Advertise here.

visualization_data_gov.jpg
A few days ago, the Sunlight Labs blog put a post up, titled "Should data.gov Visualize? Probably Not" [sunlightlabs.com]. In terms of provoking you to read, I have copied their title for this post as well.

Anyway, the post somehow caught my attention.

The first reason against providing government-backed data visualizations is as follows: "We didn't just leave it out because we didn't think of it. We left it out on purpose, along with lots of other feature ideas and concepts. We think that providing a centralized repository of government data in modern developer-friendly formats is a hard enough problem for government to solve. ... If the goal is to get the data in front of the most eyeballs possible, government should be providing the data in usable formats and focusing primarily on that."

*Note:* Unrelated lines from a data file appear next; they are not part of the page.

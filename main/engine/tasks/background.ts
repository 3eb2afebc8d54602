import type { BackgroundBasis } from "../../../core/numeric/background";
import { backgroundPlanes } from "../../../core/study/background-planes";
import type { HeightRecord } from "../../../core/study/record";
import type { JobFlags } from "../job";

/** Fits the background of a range of rows into the shared coefficients. Counts one a row. */
export function backgroundTask(
  args: {
    readonly record: HeightRecord;
    readonly basis: BackgroundBasis;
    readonly rows: readonly [number, number];
    readonly coefficients: Float64Array;
  },
  job: JobFlags,
): void {
  backgroundPlanes(args.record, args.basis, args.rows, args.coefficients, () => job.poll());
  for (let row = args.rows[0]; row < args.rows[1]; row++) job.count();
}
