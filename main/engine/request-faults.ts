import { Fault } from "../../core/model/errors";

/** A date index that the record does not have. */
export function dateIndexFault(got: number, dates: number): Fault {
  return new Fault({
    tag: "request",
    where: "date",
    expected: `an index from 0 to ${dates - 1}`,
    got: String(got),
    advice: "choose a date of the record",
  });
}
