import { persistenceByLatitude } from "../../../core/jets/persistence";
import { kilometresNorth } from "../../../core/jets/ridges/find-extremes";
import type { Sectors } from "../../../core/jets/ridges/sectors";
import type { JetsResult } from "../../../core/model/jets-result";
import { type BackgroundBasis, removeBackground } from "../../../core/numeric/background";
import { timeFilter } from "../../../core/study/band";
import { describeJets } from "../../../core/study/jets/describe-jets";
import { findJetLines, longLived, meanSpacingDegrees } from "../../../core/study/jets/find-jets";
import { redNoiseByLatitude } from "../../../core/study/jets/noise-test";
import { jetRules } from "../../../core/study/jets/settings";
import { bandLatitudeTime } from "../../../core/study/latitude-time";
import type { HeightRecord } from "../../../core/study/record";
import type { Study } from "../../../core/study/schema";
import type { JobFlags } from "../job";

/** What finding jets in a record's zonal means needs. `zonal[row * dates + t]` as it stands. */
export interface JetArguments {
  readonly record: Pick<HeightRecord, "axes" | "time" | "hasData">;
  readonly settings: Pick<Study, "band" | "jets" | "geostrophy">;
  readonly zonal: Float64Array;
  readonly basis: BackgroundBasis;
}

/** Finds, follows and describes the jets of a record in the study's band. */
export function jetsTask(
  args: JetArguments & {
    readonly sectors: Sectors;
    readonly sectorDates: Int32Array;
    readonly sectorMeans: Float64Array;
  },
  job: JobFlags,
): Omit<JetsResult, "key"> {
  job.poll();
  const { record, settings, zonal, basis } = args;
  const { latitude } = record.axes;
  const { time, hasData } = record;
  const rows = latitude.values.length;
  const every = Int32Array.from(time.values, (_, t) => t);
  const filter = timeFilter(settings.band, time);
  const matrix = bandLatitudeTime(zonal, rows, filter, basis, hasData, every);
  const rules = jetRules(settings.jets, matrix, latitude.step, time.step);
  const { lines, ridges } = findJetLines(matrix, latitude.values, time.values, rules, settings.geostrophy);
  const kept = longLived(lines, time.step, settings.jets.leastLifetimeDays);
  job.poll();
  const whole = new Float64Array(matrix.length);
  for (let row = 0; row < rows; row++) {
    const own = zonal.subarray(row * time.values.length, (row + 1) * time.values.length);
    whole.set(removeBackground(own, basis), row * time.values.length);
  }
  const spacing = meanSpacingDegrees(ridges);
  const middle = (latitude.values[0] + latitude.values[rows - 1]) / 2;
  const bridged = Math.floor(settings.band.bridgeDays / time.step);
  const { share, longestDays } = persistenceByLatitude(matrix, rows, time.step, bridged);
  return {
    jets: describeJets(
      kept,
      { latitude: latitude.values, time, hasData },
      ridges,
      { sectors: args.sectors, dates: args.sectorDates, means: args.sectorMeans },
      rules.extreme,
      settings.geostrophy,
    ),
    shorterLines: lines.length - kept.length,
    prominence: rules.extreme.leastProminence,
    spacingKm: kilometresNorth(middle - spacing / 2, middle + spacing / 2, settings.geostrophy),
    persistence: { share, longestDays },
    ...redNoiseByLatitude(whole, matrix, rows, (frequency) => (filter ? filter.response(frequency) : 1)),
  };
}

The second even makes a connection between data visualization and "bells and whistles": "The second reason why government should avoid spending time on adding visualizations or other bells and whistles to Data.gov is because it actually hurts transparency. Visualizations, like any other form of news product, can be editorial-- even inadvertently. If government puts more of a priority on producing great visualizations and user experience than on providing quality accurate data with a great feedback loop, then it runs a pretty good chance of not adhering to the goal of being actually transparent. "

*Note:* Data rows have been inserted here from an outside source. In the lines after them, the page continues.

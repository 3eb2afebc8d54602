import { planeOf } from "../../../core/model/cube";
import type { GridWindow } from "../../../core/model/source";
import { type ConventionAgreement, type ConventionSample, compareConventions } from "../../../core/ocean/conventions";
import { geostrophicVelocity } from "../../../core/ocean/geostrophy";
import { addVelocities, velocityAgreement, velocityComparison } from "../../../core/ocean/supplied-velocity";
import { geometryOf } from "../../../core/study/geometry";
import type { HeightRecord } from "../../../core/study/record";
import type { GeostrophySettings } from "../../../core/study/schema";
import type { GridIndex } from "../../readers/joined-grid";
import { readHeights } from "../../readers/read-heights";
import type { JobFlags } from "../job";

export type VelocityTaskResult = {
  readonly agreement: Omit<ReturnType<typeof velocityAgreement>, "meanDifference">;
  readonly conventions: readonly ConventionAgreement[];
};

/**
 * Compares supplied velocities with ours on a few dates of the record, under the study's conventions and under the offered
 * ones. `dates` are indices into the record; the window's first date is the record's date 0. Counts one a date.
 */
export async function velocitiesTask(
  args: {
    readonly record: HeightRecord;
    readonly eastward: GridIndex;
    readonly northward: GridIndex;
    readonly window: GridWindow;
    readonly dates: readonly number[];
    readonly geostrophy: GeostrophySettings;
    readonly about: "zero" | "mean";
  },
  job: JobFlags,
): Promise<VelocityTaskResult> {
  const { record, window, geostrophy } = args;
  const geometry = geometryOf(record.axes, geostrophy);
  const comparison = velocityComparison(record.axes.latitude.values, record.cube.columns);
  const samples: ConventionSample[] = [];
  const planeAt = async (index: GridIndex, date: number): Promise<Float64Array> => {
    const at = window.time[0] + date;
    let found = new Float64Array(record.cube.rows * record.cube.columns).fill(Number.NaN);
    await readHeights(index, { ...window, time: [at, at + 1] }, (_, plane) => {
      found = plane.slice();
    });
    return found;
  };
  for (const date of args.dates) {
    job.poll();
    const supplied = { u: await planeAt(args.eastward, date), v: await planeAt(args.northward, date) };
    const height = planeOf(record.cube, date);
    addVelocities(comparison, geostrophicVelocity(height, geometry), supplied);
    if (samples.length < 4) samples.push({ height, supplied });
    job.count();
  }
  const { meanDifference: _, ...agreement } = velocityAgreement(comparison);
  return { agreement, conventions: compareConventions(samples, record.axes, geostrophy, undefined, args.about) };
}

However, Sunlight Labs, which among other things, is very busy redesigning aiming to encourage the discussion about the design of the government transparency website data.gov (see some preliminary screenshots here), seem to have quickly backed down its initial viewpoint, at least in a post the following day. The post "Are('R') You a visualizer?" now invites readers to provide constructive feedback: "Should we hire somebody that does good data visualizations full time? Should we have a contest for best data visualization? What kinds of data visualizations would be successful in our field?" Well, maybe Tufte can be head of the US Government Visualization Office?

Seriously though, what do you think? Are they correct in stressing that data.gov should not focus on data visualization, but rather providing clean reliable data to citizens?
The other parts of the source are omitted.